In a communication on single market and the environment the Commission criticised the slow development of environmental legislation and stressed the need to make the best possible use of existing legislative instruments to ensure that they are as user-friendly as possible.

The communication describes the principles already in use by the Commission to ensure the free movement of goods and environmental protection, and sums up the Community’s experience to date. It identifies some of the more promising ways in which these two areas of Community policy can strengthen each other, in areas such as standardisation, public contracts, environmental labelling, transport and energy.

The European Environmental Bureau (EEB), the largest federation of environmental organisations in Europe, reacted with disappointment to the launch of the document. It call upon the coming Commission to come with a better document before the big end-of-the-year Helsinki Summit, where Europe’s leaders have to agree on a sustainable development strategy for the coming years.
The Commission says its document suggests a certain number of key initiatives for future progress towards making environmental and economic objectives even more compatible:

  • publish a technical handbook on how Articles 28 to 30 (formerly Articles 30 to 36) of the EC Treaty apply to national environmental measures, with concrete examples based on past experience;
  • publish an interpretative communication clarifying how environmental considerations can be included in public contracts;
  • assess how the proposed environmental measures will help to make the single market work better, based on an appropriate impact assessment and on consultation procedures such as the European Business Test Panel and the Commission’s business impact assessment system; and determine how, in the context of the SLIM initiative and other simplification measures, environmental legislation and administrative procedures can be simplified and made more user-friendly to make the single market work better;
  • update the Commission’s current database on the ecological taxes and duties applied in the single market;
  • adopt a programme, in conjunction with the European standardisation bodies, to gradually integrate environmental considerations into their work, and study the possibility of promoting participation by ecological NGOs in the standardisation process;
  • develop the role of environmental agreements covering the entire EU, along with appropriate consultation procedures, in order to harmonise even further the environmental performance of industry in the single market;
  • enhance, in close co-operation with the competent national authorities, the role and contribution of the programme for awarding the EU’s Community ecological label with regard to the single market;
  • periodically examine the national technical regulations on the environment notified pursuant to Directive 98/34 in order to determine whether harmonisation measures are required;
  • reassess the Community rules on State aids for environmental protection;
  • publish a recommendation on how environmental considerations may be integrated into financial information;
  • take part in the initiatives that will be taken by the Transport and Energy Councils to integrate environmental considerations into transport and energy policy, as decided by the Cardiff European Council;

Lukewarm reception

EEB said that after a year and a half of internal work in the Commission, it expected

a critical analysis of how the EU Single Market, created in 1992, had affected environmental problems.

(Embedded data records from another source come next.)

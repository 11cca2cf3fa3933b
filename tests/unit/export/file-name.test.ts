import { describe, expect, it } from 'vitest';
import { exportFileName } from '@/lib/export/file-name';

describe('the file name of an export', () => {
  it.each([
    ['Battery hatch hook', 'stl', 'Battery-hatch-hook.stl'],
    ['Röhrenclip 6 mm (größer)', '3mf', 'Rohrenclip-6-mm-gro-er.3mf'],
    ['../../etc/passwd', 'stl', 'etc-passwd.stl'],
    ['a"b;\r\nSet-Cookie: c', 'stl', 'a-b-Set-Cookie-c.stl'],
    ['.hidden', 'stl', 'hidden.stl'],
    ['留め具', 'stl', 'part.stl'],
    ['  ', '3mf', 'part.3mf'],
    ['CON', 'stl', 'part-CON.stl'],
    ['lpt1.old', 'stl', 'part-lpt1.old.stl'],
    ['x'.repeat(300), 'stl', `${'x'.repeat(80)}.stl`],
  ] as const)('%j as %s is %s', (title, format, name) => {
    expect(exportFileName(title, format)).toBe(name);
  });
});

EEB also had expected progressive proposals on how to make sure that the objective of sustainable development and adequate environmental protection would be set on, at least, the same level of priority as the single market. According to EEB “the Communication is only listing a number of future, not ambitious, activities it could undertake”.

John Hontelez, Secretary General of the EEB said: “This document shows that whereas the Commission tries to accommodate environmental interests, it does not want to question the primacy of the internal market. In this way environmental policies of individual member states or local authorities, wanting to go further than what is agreed at EU level, always risk a veto for commercial reasons. Given the persistence and growth of several environmental problems, it is time to realise a real balance between internal market objectives and the protection of the environment”.